Task description: For this exercise, report every line of the material that includes "expected".

Input for this task:

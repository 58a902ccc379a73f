"""Coordinates in which the posterior is nearly standard normal, whatever spread and correlation length are.

At the best fit the log-density has the curvature H = P + A, P the prior's and A the data's part. Other values of the
hyper-parameters h rescale what the data see of a field coefficient by its prior standard deviation, E_k(h) =
w_k(h)/w_k(fit), so that given h the free coordinates are nearly normal with

    precision Q(h) = P + E A E,      mean m(h) = Q⁻¹ E (A q − Jᵀ r)(fit).

The sampler moves in (h, u), q = m(h) + R(h) u with R Rᵀ = Q⁻¹: the non-centred form where the data say nothing of a
direction, the centred one where they say all, and the right one for every mixture of coefficients in between.

With A = B Bᵀ, G = P^(−1/2) E B and S = I + GᵀG = C Cᵀ, a square root costs one small Cholesky factor a lane:

    R = P^(−1/2) (I − G C⁻ᵀ (C + I)⁻¹ Gᵀ),      log|R| = −½ log|P| − log|C|.

Andrews, AIAA J. 6 (1968) 1165, eq. 10; for the idea see Papaspiliopoulos, Roberts & Sköld, Stat. Sci. 22 (2007) 59.
"""

from __future__ import annotations

import itertools
from collections.abc import Callable
from dataclasses import dataclass

import numpy as np
from numpy.typing import NDArray

from pullback.inverse.layout import Field, Layout, Scalar

Array = NDArray[np.float64]
Density = Callable[[Array], tuple[Array, Array]]

_FLAT_PRECISION = 1e-4
"""Stands in for the precision of a flat prior: a hundredth of what any reading says of such a coordinate."""
_FAR = 6.0
"""Prior standard deviations beyond which a hyper-parameter is not followed: one in a billion."""
_STEEP = 300.0
_HEARD = 1e-3
"""Directions of which the data say less, in units of the prior's information, are left to the prior."""


@dataclass(frozen=True)
class _Map:
    """What a batch of hyper-parameters makes of the map; leading axis lanes, r data directions."""

    g: Array
    c: Array
    half: Array
    x: Array
    s: Array
    rates: Array


class Whitening:
    """The map between q (lanes, dim) and y (lanes, dim); the hyper-parameters' places in both are the same."""

    def __init__(
        self,
        layout: Layout,
        hyper: NDArray[np.intp],
        free: NDArray[np.intp],
        q: Array,
        jacobian: Array,
        residual: Array,
    ) -> None:
        """`q` (dim,): best fit; `hyper`, `free`: indices; `jacobian` (rows, free) of the whitened `residual` (rows,)
        there, so that JᵀJ is A."""
        self.layout, self.hyper, self.free, self.q_fit = layout, hyper, free, q
        self.prior = np.where(proper_coordinates(layout)[free], 1.0, _FLAT_PRECISION)
        self._fields = [(b, layout.slices[b.name]) for b in layout.blocks if isinstance(b, Field)]
        left, size, _ = np.linalg.svd(self._at_corners(jacobian), full_matrices=False)
        # Everything is a product with J, whose rows of coefficients of tiny weight at the fit keep their relative
        # accuracy; it counts at other hyper-parameters, where the weight is not tiny.
        self.root = jacobian.T @ left[:, size**2 > _HEARD]
        # At the best fit P q = −Jᵀ r: this is H q there.
        self.pull = self.root @ (self.root.T @ q[free]) - jacobian.T @ residual

    def _at_corners(self, jacobian: Array) -> Array:
        """The Jacobian beside what it becomes where the field is rough, and the data say more than at the fit."""
        if not self.hyper.size:
            return jacobian
        corners = np.array(list(itertools.product((-1.5, 2.0), repeat=self.hyper.size)))
        y = np.repeat(self.q_fit[None], corners.shape[0], axis=0)
        y[:, self.hyper] = corners
        return np.hstack([jacobian, *(jacobian * e for e in np.exp(self._scales(y)[0]))])

    def to_q(self, y: Array) -> Array:
        """q of y."""
        at = self._at(y)
        out = y.copy()
        out[:, self.free] = self._mean(at) + self._root(at, y[:, self.free])[0]
        return out

    def density(self, of_q: Density) -> Density:
        """The log-density and gradient by y of a distribution that `of_q` gives by q; −inf and zero stay so."""

        def of_y(y: Array) -> tuple[Array, Array]:
            near = np.all(np.abs(y[:, self.hyper]) < _FAR, axis=1)
            y = np.where(near[:, None], y, 0.0)
            at, u = self._at(y), y[:, self.free]
            moved, p, v = self._root(at, u)
            q = y.copy()
            q[:, self.free] = self._mean(at) + moved
            value, gradient = of_q(q)
            by_y = self._pull_back(at, u, p, v, gradient)
            good = near & np.isfinite(value) & np.all(np.isfinite(by_y), axis=1)
            value = np.where(good, value + self._log_determinant(at), -np.inf)
            return value, np.where(good[:, None], by_y, 0.0)

        return of_y

    def _pull_back(self, at: _Map, u: Array, p: Array, v: Array, gradient: Array) -> Array:
        """Gradient by y of a function plus log|dq/dy|, `gradient` (lanes, dim) being the function's by q."""
        g = gradient[:, self.free]
        out = gradient.copy()
        scaled = g * at.half
        back = self._back(at, _times(at.g.swapaxes(1, 2), scaled))
        out[:, self.free] = scaled - _times(at.g, back)
        inverse = np.asarray(np.linalg.inv(at.c), float)
        for j, index in enumerate(self.hyper):
            rate = at.rates[:, :, j]
            moved, log_det = self._by_hyper(at, rate, u, p, v, inverse)
            out[:, index] += np.einsum("wf,wf->w", g, moved) + log_det
        return out

    def _at(self, y: Array) -> _Map:
        log_e, rates = self._scales(y)
        half = 1.0 / np.sqrt(self.prior)
        e = np.exp(log_e)
        g = (half * e)[:, :, None] * self.root
        c = np.linalg.cholesky(np.eye(self.root.shape[1]) + g.swapaxes(1, 2) @ g)
        x = half * e * self.pull
        s = _solve(c.swapaxes(1, 2), _solve(c, _times(g.swapaxes(1, 2), x)))
        return _Map(g, c, np.broadcast_to(half, log_e.shape), x, s, rates)

    def _scales(self, y: Array) -> tuple[Array, Array]:
        """log E (lanes, free) and its derivatives by each hyper-coordinate (lanes, free, hyper)."""
        lanes = y.shape[0]
        log_e, rates = np.zeros((lanes, self.layout.dim)), np.zeros((lanes, self.layout.dim, self.hyper.size))
        if self.hyper.size:
            values, fit = self._hyper_values(y), self._hyper_values(self.q_fit[None])
            for b, cut in self._fields:
                ell = values["correlation_length"]
                new = b.basis.log_weight(values["spread"], ell)
                log_e[:, cut] = (new - b.basis.log_weight(fit["spread"], fit["correlation_length"])).T
                for j, index in enumerate(self.hyper):
                    rates[:, cut, j] = self._rate(b, index, y, values, ell)
        return np.clip(log_e[:, self.free], -_STEEP, _STEEP), rates[:, self.free]

    def _rate(self, b: Field, index: int, y: Array, values: dict[str, Array], ell: Array) -> Array:
        """d log w / d hyper-coordinate (lanes, m)."""
        name = self.layout.names()[index]
        block = self.layout.scalar(name)
        assert block is not None
        slope = (block.prior.slope(y[:, index]) / values[name])[:, None]
        return slope if name == "spread" else slope * b.basis.log_weight_by_log_ell(ell).T

    def _hyper_values(self, y: Array) -> dict[str, Array]:
        out = {}
        for name in ("spread", "correlation_length"):
            block = self.layout.scalar(name)
            if block is None:
                out[name] = np.full(y.shape[0], self.layout.constants[name])
            else:
                out[name] = block.prior.value(y[:, self.layout.slices[name].start])
        return out

    def _mean(self, at: _Map) -> Array:
        return at.half * (at.x - _times(at.g, at.s))

    def _root(self, at: _Map, u: Array) -> tuple[Array, Array, Array]:
        """R u, and on the way (C + I)⁻¹Gᵀu and C⁻ᵀ of that."""
        a = _times(at.g.swapaxes(1, 2), u)
        p = _solve(at.c + np.eye(at.c.shape[1]), a)
        v = _solve(at.c.swapaxes(1, 2), p)
        return at.half * (u - _times(at.g, v)), p, v

    def _back(self, at: _Map, b: Array) -> Array:
        """(C + I)⁻ᵀ C⁻¹ b, the transpose of what `_root` applies between Gᵀ and G."""
        shifted = (at.c + np.eye(at.c.shape[1])).swapaxes(1, 2)
        return _solve(shifted, _solve(at.c, b))

    def _log_determinant(self, at: _Map) -> Array:
        return -0.5 * np.sum(np.log(self.prior)) - np.log(np.diagonal(at.c, axis1=1, axis2=2)).sum(axis=1)

    def _by_hyper(self, at: _Map, rate: Array, u: Array, p: Array, v: Array, inverse: Array) -> tuple[Array, Array]:
        """dq/dh at fixed u (lanes, free), and d log|R|/dh (lanes,), for one hyper-coordinate; `rate`: d log E/dh."""
        dg = rate[:, :, None] * at.g
        half = at.g.swapaxes(1, 2) @ dg
        ds = half + half.swapaxes(1, 2)
        # Differential of a Cholesky factor: dC = C tril(C⁻¹ dS C⁻ᵀ), the diagonal halved.
        inner = np.tril(inverse @ ds @ inverse.swapaxes(1, 2))
        diagonal = np.arange(inner.shape[1])
        inner[:, diagonal, diagonal] *= 0.5
        dc = at.c @ inner
        dp = _solve(at.c + np.eye(at.c.shape[1]), _times(dg.swapaxes(1, 2), u) - _times(dc, p))
        dv = _solve(at.c.swapaxes(1, 2), dp - _times(dc.swapaxes(1, 2), v))
        moved = -_times(dg, v) - _times(at.g, dv)
        dx = rate * at.x
        right = _times(dg.swapaxes(1, 2), at.x) + _times(at.g.swapaxes(1, 2), dx)
        right = right - _times(ds, at.s)
        d_s = _solve(at.c.swapaxes(1, 2), _solve(at.c, right))
        moved = moved + dx - _times(dg, at.s) - _times(at.g, d_s)
        return at.half * moved, -np.einsum("wii->w", inner)


def _times(matrix: Array, vector: Array) -> Array:
    """Products of one matrix and one vector a lane."""
    return (matrix @ vector[..., None])[..., 0]


def _solve(matrix: Array, right: Array) -> Array:
    """Solutions of one small system a lane, `right` (lanes, r)."""
    return np.asarray(np.linalg.solve(matrix, right[..., None])[..., 0], float)


def proper_coordinates(layout: Layout) -> NDArray[np.bool_]:
    """Whether each coordinate has a standard normal prior."""
    out = np.zeros(layout.dim, bool)
    for b in layout.blocks:
        out[layout.slices[b.name]] = b.prior.proper if isinstance(b, Scalar) else isinstance(b, Field)
    return out
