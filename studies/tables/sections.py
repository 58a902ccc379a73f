"""Measured sections, unstretched."""

from __future__ import annotations

import numpy as np
from numpy.typing import NDArray

from pullback.studies.faults import BadInput, Fault
from pullback.studies.study import Gauge, Gauges, SectionsTable
from pullback.studies.tables.areas import COLUMNS, AreaColumns, read_areas
from pullback.studies.tables.stations import read_stations
from pullback.studies.tables.table import Table

Array = NDArray[np.float64]
KNOWN = ("station", *COLUMNS)


def read_sections(table: Table, length: float, gauges: Gauges) -> SectionsTable:
    """Areas with their relative standard uncertainty; the same station may be measured several times.

    Raises BadInput where the gauge of what was read is not given.
    """
    table.require("station")
    station, columns = read_stations(table, length), read_areas(table)
    area = _area(columns)
    return SectionsTable(station, area, _relative_error(columns, area, gauges), table.rows)


def _area(columns: AreaColumns) -> Array:
    if columns.area is not None:
        return columns.area
    if columns.diameter is not None:
        return np.asarray(0.25 * np.pi * columns.diameter**2)
    assert columns.width is not None and columns.thickness is not None
    return columns.width * columns.thickness


def _relative_error(columns: AreaColumns, area: Array, gauges: Gauges) -> Array:
    """From the gauges of the lengths read, to first order (JCGM 100:2008, 5.1.6), else that of the section."""
    if (
        columns.width is not None
        and columns.thickness is not None
        and gauges.width_reading
        and gauges.thickness_reading
    ):
        width, thickness = (
            _relative(gauges.width_reading, columns.width),
            _relative(gauges.thickness_reading, columns.thickness),
        )
        return np.hypot(width, thickness)
    if columns.diameter is not None and gauges.width_reading:
        return 2.0 * _relative(gauges.width_reading, columns.diameter)
    if gauges.section_reading:
        return _relative(gauges.section_reading, area)
    wanted = "section_reading" if columns.area is not None else "width_reading"
    missing = [wanted] + ["thickness_reading"] * (columns.width is not None)
    expected = "the gauge of a reading that is present, here of sections"
    raise BadInput(
        [Fault(key=f"gauges.{g}", read="nothing", expected=expected) for g in missing if not getattr(gauges, g)]
    )


def _relative(gauge: Gauge, reading: Array) -> Array:
    return gauge.sigma(reading) / reading
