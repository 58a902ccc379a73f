"""The columns that give a section: width and thickness, or diameter, or area."""

from __future__ import annotations

from dataclasses import dataclass

import numpy as np
from numpy.typing import NDArray

from pullback.studies.faults import BadInput
from pullback.studies.tables.table import Table

Array = NDArray[np.float64]
COLUMNS = ("width", "thickness", "diameter", "area")


@dataclass(frozen=True)
class AreaColumns:
    """Either `width` and `thickness` (mm), `diameter` (mm) or `area` (mm²); all (rows,), the others None."""

    width: Array | None = None
    thickness: Array | None = None
    diameter: Array | None = None
    area: Array | None = None


def read_areas(table: Table) -> AreaColumns:
    """The one of the three that the table has; raises BadInput for none or several, or cells that are not positive."""
    given = [c for c in COLUMNS if table.has(c)]
    if given in (["width"], ["thickness"]):
        table.require("width", "thickness")
    if given not in (["width", "thickness"], ["diameter"], ["area"]):
        read = f"the columns {', '.join(h.text for h in table.headings)}"
        raise BadInput(table.fault(None, "", read, "width and thickness, or diameter, or area"))
    dimension = {"area": "area"}
    return AreaColumns(**{c: table.numbers(c, dimension.get(c, "length"), low=0.0, zero=False) for c in given})
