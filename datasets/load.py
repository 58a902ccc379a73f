"""Reference data by name, each folder a `data.csv` and a `source.toml` that says where it comes from."""

from __future__ import annotations

import csv
import hashlib
import tomllib
from dataclasses import dataclass
from difflib import get_close_matches
from pathlib import Path
from typing import Any

import numpy as np
from numpy.typing import NDArray

_HERE = Path(__file__).parent


@dataclass(frozen=True)
class Dataset:
    """One data set: `data` maps a column to its values (floats, or text where its unit is "text").

    `source` holds source.toml: title, source, obtained, uncertainty, left_out, units by column, and whatever else the
    data need to be understood.
    """

    name: str
    data: dict[str, NDArray[Any]]
    source: dict[str, Any]

    def __getitem__(self, column: str) -> NDArray[Any]:
        """The values of one column."""
        return self.data[column]


def names() -> list[str]:
    """The data sets there are, in alphabetical order."""
    return sorted(p.parent.name for p in _HERE.glob("*/source.toml"))


def load(name: str, folder: Path = _HERE) -> Dataset:
    """The data set `name`, below `folder`.

    Raises ValueError for a name there is none of (naming the nearest), for a data.csv that is not the one
    source.toml was written for, and for a column without a unit or a unit without a column.
    """
    path = folder / name
    if not (path / "source.toml").is_file():
        near = get_close_matches(name, names(), 1, cutoff=0.0)
        raise ValueError(f"no data set named {name!r}; the nearest is {near[0]!r}. Known: {', '.join(names())}")
    source = tomllib.loads((path / "source.toml").read_text(encoding="utf-8"))
    raw = (path / "data.csv").read_bytes()
    _check_sum(path, raw, source["sha256"])
    return Dataset(name, _columns(path, raw.decode("utf-8"), source["units"]), source)


def _check_sum(path: Path, raw: bytes, wanted: str) -> None:
    found = hashlib.sha256(raw).hexdigest()
    if found != wanted:
        raise ValueError(f"{path / 'data.csv'}: sha256 is {found}, source.toml was written for {wanted}")


def _columns(path: Path, text: str, units: dict[str, str]) -> dict[str, NDArray[Any]]:
    heading, *rows = csv.reader(text.splitlines())
    if set(heading) != set(units):
        raise ValueError(f"{path / 'data.csv'}: columns {heading}, but source.toml gives units for {list(units)}")
    by_column = dict(zip(heading, zip(*rows, strict=True), strict=True))
    return {k: np.array(v, str if units[k] == "text" else float) for k, v in by_column.items()}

Answer for the task:
    expected = "the gauge of a reading that is present, here of sections"
        [Fault(key=f"gauges.{g}", read="nothing", expected=expected) for g in missing if not getattr(gauges, g)]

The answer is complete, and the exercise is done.